── Provided information ──

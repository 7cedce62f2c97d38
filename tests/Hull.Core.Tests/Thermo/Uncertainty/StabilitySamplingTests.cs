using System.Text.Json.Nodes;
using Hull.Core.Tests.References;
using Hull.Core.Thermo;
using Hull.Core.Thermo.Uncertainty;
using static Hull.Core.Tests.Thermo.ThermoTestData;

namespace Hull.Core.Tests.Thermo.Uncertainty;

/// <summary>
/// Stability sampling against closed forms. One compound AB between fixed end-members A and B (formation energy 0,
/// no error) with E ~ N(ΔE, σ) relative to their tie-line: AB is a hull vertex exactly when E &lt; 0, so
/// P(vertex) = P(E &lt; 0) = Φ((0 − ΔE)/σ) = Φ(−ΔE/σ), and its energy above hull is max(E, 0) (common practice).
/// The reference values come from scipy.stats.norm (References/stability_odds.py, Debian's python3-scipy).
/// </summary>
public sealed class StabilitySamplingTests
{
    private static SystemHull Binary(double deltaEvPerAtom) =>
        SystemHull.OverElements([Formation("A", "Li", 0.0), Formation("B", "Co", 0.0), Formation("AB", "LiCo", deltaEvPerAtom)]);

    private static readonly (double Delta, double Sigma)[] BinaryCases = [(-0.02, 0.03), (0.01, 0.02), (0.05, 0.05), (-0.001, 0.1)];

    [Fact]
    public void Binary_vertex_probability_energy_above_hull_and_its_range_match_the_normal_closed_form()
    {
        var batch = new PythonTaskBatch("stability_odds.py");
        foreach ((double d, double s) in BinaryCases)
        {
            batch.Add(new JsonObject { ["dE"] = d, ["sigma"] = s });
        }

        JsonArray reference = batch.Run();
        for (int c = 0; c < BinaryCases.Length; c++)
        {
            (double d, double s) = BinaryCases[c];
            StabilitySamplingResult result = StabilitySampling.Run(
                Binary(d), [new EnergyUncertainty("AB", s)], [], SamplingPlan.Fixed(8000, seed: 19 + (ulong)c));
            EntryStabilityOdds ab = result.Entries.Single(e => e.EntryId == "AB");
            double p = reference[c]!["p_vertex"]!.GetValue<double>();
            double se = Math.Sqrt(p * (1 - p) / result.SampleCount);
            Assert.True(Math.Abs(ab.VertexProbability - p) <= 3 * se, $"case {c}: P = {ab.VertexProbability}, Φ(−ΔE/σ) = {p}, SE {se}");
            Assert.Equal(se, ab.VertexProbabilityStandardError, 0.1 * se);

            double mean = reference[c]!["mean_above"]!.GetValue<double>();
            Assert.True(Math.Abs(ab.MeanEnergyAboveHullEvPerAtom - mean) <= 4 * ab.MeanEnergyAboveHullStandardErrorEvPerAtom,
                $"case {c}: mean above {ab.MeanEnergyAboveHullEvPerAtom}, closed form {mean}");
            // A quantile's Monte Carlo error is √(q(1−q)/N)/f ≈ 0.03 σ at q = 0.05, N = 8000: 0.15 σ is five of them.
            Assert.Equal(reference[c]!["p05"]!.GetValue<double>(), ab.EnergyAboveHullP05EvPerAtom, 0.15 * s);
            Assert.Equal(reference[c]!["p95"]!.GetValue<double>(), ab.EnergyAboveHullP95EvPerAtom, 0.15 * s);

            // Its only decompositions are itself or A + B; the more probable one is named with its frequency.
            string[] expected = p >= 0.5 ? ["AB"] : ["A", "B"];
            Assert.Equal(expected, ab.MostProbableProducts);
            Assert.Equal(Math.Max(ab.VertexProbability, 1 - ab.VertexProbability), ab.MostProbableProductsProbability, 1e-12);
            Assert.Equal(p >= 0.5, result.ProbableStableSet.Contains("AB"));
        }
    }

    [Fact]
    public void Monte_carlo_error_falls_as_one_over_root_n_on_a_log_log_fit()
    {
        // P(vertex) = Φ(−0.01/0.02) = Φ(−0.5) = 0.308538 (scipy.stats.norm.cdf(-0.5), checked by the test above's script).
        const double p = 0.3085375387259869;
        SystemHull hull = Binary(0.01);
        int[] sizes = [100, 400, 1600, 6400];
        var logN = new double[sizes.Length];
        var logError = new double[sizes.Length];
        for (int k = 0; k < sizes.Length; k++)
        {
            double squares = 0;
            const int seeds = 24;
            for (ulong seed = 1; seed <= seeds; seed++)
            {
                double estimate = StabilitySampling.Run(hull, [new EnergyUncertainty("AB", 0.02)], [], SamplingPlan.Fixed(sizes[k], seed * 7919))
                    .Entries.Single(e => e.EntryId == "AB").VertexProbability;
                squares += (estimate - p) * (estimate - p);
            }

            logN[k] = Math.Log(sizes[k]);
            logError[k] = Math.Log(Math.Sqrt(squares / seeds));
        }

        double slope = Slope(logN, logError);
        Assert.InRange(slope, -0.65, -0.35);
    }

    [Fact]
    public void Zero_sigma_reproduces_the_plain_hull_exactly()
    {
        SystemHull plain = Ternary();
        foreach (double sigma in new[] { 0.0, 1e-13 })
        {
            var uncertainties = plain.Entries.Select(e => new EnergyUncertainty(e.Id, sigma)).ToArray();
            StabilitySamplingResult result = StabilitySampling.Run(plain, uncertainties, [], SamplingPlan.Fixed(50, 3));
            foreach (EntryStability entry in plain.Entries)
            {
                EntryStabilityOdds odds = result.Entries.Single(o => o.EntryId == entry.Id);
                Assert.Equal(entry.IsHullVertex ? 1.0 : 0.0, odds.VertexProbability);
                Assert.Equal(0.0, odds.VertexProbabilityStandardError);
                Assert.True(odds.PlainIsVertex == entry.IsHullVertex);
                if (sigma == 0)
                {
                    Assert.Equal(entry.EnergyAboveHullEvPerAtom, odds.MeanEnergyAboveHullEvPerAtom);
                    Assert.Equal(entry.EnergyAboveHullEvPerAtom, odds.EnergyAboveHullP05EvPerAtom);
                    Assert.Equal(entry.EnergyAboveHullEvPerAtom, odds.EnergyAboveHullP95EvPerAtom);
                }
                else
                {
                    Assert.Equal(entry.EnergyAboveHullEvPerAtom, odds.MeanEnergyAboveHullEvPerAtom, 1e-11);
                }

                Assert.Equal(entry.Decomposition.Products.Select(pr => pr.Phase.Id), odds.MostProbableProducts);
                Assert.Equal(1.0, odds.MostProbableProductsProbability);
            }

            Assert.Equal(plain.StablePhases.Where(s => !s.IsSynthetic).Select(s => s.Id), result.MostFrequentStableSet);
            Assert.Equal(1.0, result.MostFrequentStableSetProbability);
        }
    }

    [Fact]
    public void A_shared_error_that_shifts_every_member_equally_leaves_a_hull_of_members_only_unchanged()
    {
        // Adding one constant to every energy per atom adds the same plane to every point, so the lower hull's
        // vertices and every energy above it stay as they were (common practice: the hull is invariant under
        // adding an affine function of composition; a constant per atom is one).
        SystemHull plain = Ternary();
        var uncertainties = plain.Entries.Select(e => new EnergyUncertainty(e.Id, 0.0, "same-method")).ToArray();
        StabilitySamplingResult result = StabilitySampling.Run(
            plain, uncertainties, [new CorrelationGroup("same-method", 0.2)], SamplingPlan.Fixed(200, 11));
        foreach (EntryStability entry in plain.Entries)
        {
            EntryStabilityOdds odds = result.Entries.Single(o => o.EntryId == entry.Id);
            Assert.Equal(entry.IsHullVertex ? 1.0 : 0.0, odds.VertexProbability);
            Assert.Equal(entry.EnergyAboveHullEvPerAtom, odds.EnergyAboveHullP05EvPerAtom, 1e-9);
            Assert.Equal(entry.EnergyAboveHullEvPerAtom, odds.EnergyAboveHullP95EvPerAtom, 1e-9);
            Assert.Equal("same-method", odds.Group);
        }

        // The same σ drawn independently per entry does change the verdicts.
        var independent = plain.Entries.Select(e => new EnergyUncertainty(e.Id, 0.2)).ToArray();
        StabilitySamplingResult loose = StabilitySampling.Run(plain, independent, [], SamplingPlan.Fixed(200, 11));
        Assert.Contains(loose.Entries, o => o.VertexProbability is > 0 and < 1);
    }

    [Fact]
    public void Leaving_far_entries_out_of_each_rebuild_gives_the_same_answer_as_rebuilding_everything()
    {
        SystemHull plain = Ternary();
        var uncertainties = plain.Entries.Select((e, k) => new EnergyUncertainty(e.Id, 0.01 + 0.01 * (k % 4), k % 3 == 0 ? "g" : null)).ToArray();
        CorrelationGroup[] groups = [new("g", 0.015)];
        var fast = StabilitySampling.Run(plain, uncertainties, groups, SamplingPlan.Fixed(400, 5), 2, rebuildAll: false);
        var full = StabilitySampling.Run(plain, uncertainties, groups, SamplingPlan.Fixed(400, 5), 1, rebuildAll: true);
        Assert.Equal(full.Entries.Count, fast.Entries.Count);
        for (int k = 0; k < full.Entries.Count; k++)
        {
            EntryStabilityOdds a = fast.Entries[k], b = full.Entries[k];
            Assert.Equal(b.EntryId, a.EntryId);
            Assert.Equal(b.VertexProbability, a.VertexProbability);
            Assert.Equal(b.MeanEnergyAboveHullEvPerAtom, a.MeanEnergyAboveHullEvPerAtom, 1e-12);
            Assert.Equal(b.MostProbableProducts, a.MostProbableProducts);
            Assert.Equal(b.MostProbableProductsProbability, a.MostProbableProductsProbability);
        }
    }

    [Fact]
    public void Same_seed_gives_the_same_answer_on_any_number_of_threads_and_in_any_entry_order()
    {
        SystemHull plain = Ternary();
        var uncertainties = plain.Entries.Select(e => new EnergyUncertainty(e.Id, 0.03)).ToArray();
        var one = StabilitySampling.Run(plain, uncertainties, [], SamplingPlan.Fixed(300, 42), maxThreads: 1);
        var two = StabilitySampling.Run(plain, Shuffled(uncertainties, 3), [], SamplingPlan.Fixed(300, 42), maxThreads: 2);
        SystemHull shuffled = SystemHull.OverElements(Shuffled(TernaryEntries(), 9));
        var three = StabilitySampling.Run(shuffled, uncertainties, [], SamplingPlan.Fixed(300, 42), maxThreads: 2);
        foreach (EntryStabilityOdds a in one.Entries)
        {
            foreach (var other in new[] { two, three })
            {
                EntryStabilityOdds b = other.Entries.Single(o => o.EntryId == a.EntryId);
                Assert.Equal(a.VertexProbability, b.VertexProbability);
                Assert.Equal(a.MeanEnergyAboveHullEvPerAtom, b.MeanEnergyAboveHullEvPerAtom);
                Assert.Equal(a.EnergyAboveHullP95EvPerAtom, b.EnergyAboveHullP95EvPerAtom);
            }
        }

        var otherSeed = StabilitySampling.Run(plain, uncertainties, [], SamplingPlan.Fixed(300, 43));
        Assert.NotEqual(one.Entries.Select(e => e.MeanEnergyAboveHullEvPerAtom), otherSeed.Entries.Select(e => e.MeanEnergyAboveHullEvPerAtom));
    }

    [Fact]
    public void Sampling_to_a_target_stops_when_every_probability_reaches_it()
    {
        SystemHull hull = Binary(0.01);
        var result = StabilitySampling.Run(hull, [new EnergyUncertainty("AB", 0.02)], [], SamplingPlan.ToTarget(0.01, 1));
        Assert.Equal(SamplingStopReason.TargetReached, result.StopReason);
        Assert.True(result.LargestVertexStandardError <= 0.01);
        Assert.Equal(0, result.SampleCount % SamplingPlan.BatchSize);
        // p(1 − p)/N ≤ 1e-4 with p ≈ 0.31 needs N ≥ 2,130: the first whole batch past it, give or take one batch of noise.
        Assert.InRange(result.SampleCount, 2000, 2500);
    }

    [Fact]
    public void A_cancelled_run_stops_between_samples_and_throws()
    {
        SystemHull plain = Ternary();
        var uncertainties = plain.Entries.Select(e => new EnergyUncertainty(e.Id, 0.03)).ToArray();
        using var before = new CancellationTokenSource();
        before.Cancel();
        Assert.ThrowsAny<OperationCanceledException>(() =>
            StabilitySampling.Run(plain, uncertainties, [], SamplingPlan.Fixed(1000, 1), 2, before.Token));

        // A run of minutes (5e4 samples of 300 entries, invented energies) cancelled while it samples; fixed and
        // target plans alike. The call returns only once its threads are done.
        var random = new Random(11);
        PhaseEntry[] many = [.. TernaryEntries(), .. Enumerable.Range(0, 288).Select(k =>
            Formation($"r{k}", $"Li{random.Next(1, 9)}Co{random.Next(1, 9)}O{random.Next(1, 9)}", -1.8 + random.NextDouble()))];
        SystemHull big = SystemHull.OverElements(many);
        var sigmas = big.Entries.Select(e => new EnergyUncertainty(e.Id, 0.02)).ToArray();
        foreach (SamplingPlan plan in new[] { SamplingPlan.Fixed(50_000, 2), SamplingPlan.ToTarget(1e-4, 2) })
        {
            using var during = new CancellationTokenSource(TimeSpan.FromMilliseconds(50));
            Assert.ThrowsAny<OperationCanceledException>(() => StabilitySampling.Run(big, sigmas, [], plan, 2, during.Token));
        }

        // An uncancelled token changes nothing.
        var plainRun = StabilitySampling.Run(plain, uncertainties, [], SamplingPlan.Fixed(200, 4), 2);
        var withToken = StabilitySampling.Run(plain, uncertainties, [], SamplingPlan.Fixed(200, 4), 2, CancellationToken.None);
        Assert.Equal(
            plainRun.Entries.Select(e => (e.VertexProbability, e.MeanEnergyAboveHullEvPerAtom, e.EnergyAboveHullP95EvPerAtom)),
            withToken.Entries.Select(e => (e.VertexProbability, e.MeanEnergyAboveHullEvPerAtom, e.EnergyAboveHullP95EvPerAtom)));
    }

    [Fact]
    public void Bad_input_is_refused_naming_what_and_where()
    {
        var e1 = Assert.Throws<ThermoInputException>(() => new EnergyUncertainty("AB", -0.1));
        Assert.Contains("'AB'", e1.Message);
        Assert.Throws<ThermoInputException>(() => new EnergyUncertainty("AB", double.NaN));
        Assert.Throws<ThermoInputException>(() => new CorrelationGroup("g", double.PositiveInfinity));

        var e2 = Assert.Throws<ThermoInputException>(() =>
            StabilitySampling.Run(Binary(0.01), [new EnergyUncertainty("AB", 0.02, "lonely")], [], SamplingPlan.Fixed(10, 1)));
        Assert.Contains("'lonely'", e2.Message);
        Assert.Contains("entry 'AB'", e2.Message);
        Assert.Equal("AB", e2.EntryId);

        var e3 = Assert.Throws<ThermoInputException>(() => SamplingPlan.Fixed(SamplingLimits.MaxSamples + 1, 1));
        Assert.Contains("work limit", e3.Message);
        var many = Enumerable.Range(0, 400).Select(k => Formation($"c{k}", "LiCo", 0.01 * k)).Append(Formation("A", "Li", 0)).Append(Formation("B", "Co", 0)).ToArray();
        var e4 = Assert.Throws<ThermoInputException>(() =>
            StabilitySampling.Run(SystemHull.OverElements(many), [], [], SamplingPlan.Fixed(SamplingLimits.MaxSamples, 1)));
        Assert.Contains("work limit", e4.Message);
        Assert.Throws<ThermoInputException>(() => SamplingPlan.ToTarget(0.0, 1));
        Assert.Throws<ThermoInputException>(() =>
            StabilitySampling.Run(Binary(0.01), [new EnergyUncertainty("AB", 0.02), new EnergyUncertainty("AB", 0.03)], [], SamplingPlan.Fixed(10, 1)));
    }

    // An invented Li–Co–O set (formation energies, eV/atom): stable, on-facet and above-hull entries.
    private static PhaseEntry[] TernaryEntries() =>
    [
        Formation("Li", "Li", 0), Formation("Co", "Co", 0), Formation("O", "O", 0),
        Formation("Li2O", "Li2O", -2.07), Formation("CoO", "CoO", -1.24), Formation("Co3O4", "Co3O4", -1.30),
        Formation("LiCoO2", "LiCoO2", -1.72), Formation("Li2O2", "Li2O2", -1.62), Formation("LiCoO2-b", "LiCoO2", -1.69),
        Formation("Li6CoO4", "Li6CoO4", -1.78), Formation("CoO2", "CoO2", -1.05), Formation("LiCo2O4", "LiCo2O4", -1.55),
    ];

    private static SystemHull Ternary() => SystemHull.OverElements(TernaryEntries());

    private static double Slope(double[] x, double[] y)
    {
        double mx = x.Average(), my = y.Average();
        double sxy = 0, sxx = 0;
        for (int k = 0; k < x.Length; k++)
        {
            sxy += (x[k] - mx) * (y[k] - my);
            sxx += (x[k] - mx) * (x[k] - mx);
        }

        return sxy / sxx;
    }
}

───
── Provided information ──

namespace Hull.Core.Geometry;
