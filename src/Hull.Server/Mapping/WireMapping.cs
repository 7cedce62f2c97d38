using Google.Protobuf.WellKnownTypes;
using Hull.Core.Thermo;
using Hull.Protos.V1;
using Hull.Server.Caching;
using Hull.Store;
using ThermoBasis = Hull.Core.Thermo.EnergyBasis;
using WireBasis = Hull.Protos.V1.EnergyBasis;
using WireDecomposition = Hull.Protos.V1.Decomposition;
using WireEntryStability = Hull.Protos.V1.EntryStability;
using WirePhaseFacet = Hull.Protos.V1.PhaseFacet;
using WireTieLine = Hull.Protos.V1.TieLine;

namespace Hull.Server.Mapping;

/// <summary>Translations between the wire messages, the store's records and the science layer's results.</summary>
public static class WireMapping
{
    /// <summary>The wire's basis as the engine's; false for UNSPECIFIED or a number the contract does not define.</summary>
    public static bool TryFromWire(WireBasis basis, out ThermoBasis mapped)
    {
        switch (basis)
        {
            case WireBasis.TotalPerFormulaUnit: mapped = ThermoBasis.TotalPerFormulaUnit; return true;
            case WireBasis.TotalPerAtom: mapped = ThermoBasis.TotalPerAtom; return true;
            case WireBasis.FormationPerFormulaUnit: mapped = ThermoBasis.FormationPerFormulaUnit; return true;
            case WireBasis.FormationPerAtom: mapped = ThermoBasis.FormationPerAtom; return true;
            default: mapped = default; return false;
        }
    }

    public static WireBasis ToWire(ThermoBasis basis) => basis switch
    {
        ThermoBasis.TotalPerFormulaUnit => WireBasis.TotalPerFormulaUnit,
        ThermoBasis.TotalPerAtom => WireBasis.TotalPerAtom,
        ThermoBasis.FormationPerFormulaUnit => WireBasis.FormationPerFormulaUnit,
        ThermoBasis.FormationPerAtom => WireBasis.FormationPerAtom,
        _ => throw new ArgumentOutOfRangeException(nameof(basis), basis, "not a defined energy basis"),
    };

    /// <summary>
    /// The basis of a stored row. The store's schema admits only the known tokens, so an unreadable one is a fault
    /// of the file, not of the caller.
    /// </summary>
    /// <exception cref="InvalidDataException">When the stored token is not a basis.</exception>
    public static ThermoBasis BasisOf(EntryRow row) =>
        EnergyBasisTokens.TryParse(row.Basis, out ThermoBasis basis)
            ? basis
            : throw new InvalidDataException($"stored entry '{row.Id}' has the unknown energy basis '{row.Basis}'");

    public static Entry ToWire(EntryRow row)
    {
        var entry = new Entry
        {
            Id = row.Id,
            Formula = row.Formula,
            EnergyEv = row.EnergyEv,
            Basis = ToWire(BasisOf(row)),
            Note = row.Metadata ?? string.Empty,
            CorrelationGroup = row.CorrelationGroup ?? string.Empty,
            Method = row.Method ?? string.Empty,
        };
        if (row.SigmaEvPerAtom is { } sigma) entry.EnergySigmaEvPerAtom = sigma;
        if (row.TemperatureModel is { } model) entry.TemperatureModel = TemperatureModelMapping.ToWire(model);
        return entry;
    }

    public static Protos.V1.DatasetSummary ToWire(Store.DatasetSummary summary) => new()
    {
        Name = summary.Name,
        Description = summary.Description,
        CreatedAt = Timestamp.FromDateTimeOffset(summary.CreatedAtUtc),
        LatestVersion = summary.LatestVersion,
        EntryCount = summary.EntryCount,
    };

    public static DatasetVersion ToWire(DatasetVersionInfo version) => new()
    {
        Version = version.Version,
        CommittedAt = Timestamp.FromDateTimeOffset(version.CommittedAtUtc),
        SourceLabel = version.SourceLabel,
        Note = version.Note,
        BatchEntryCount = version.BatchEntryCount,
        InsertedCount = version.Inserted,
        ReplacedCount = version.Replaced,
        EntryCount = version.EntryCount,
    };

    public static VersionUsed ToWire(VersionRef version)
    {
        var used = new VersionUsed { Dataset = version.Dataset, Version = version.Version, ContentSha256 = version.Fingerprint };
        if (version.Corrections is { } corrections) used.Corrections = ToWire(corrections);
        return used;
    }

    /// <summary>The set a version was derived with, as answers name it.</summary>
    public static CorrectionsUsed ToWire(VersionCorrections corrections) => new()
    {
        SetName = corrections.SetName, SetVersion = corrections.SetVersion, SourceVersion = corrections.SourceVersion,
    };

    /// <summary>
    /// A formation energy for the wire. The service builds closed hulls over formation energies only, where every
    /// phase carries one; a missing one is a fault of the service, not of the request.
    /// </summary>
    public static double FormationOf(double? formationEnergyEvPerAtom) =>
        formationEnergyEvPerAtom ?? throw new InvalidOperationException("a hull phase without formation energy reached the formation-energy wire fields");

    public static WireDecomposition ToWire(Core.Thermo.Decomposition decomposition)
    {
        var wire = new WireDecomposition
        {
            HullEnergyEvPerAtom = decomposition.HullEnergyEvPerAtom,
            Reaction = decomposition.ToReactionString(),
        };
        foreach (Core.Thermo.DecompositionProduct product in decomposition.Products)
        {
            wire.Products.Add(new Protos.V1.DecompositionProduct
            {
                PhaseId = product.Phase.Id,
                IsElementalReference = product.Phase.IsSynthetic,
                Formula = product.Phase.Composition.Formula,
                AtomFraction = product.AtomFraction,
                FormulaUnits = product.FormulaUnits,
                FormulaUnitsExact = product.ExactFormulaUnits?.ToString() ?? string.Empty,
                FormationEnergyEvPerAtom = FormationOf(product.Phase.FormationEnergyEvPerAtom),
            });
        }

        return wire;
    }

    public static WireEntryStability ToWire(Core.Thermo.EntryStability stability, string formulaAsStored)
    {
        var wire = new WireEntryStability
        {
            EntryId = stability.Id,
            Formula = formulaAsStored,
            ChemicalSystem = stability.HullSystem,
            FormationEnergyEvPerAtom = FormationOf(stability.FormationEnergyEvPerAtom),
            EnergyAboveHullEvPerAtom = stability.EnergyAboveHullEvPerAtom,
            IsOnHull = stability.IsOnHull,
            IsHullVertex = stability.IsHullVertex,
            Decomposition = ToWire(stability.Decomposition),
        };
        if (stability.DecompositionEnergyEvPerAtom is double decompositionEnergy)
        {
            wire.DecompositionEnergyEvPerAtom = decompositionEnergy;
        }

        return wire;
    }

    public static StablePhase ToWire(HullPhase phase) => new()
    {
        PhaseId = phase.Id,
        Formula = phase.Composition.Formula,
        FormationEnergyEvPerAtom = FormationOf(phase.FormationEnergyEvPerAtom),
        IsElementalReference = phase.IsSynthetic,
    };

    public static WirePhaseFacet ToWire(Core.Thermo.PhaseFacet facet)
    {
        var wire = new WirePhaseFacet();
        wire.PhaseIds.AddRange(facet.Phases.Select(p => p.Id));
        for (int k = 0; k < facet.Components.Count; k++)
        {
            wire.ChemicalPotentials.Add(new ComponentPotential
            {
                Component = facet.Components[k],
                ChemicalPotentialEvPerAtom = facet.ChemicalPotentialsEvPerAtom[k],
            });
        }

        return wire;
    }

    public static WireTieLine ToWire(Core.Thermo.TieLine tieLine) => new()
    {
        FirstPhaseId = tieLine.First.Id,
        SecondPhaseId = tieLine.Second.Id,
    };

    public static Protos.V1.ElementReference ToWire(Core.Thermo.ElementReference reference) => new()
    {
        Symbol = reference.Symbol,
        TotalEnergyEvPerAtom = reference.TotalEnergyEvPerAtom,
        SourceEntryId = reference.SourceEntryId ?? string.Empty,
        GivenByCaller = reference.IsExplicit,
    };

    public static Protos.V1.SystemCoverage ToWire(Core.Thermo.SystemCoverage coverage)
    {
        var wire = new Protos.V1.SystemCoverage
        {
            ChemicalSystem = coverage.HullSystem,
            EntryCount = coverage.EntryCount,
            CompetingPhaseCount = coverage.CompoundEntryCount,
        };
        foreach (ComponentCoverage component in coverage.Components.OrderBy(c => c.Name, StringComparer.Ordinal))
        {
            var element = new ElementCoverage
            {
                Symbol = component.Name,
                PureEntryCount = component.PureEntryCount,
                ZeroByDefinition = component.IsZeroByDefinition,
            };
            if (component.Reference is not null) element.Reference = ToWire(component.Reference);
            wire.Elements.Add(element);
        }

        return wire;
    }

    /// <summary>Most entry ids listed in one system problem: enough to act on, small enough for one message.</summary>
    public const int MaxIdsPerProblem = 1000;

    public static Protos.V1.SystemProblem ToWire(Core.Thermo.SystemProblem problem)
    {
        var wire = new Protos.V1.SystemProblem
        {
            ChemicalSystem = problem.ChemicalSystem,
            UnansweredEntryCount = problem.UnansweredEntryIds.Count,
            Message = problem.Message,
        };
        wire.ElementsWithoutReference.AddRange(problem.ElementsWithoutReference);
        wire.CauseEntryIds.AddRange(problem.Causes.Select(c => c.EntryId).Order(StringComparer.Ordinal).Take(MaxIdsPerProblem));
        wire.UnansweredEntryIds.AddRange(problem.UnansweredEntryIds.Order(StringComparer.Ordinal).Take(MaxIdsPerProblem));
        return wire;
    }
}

───

Exercise aim =
Tally up the lines in the records that contain the word "MaxIdsPerProblem" and give only the total.

Task answer =
3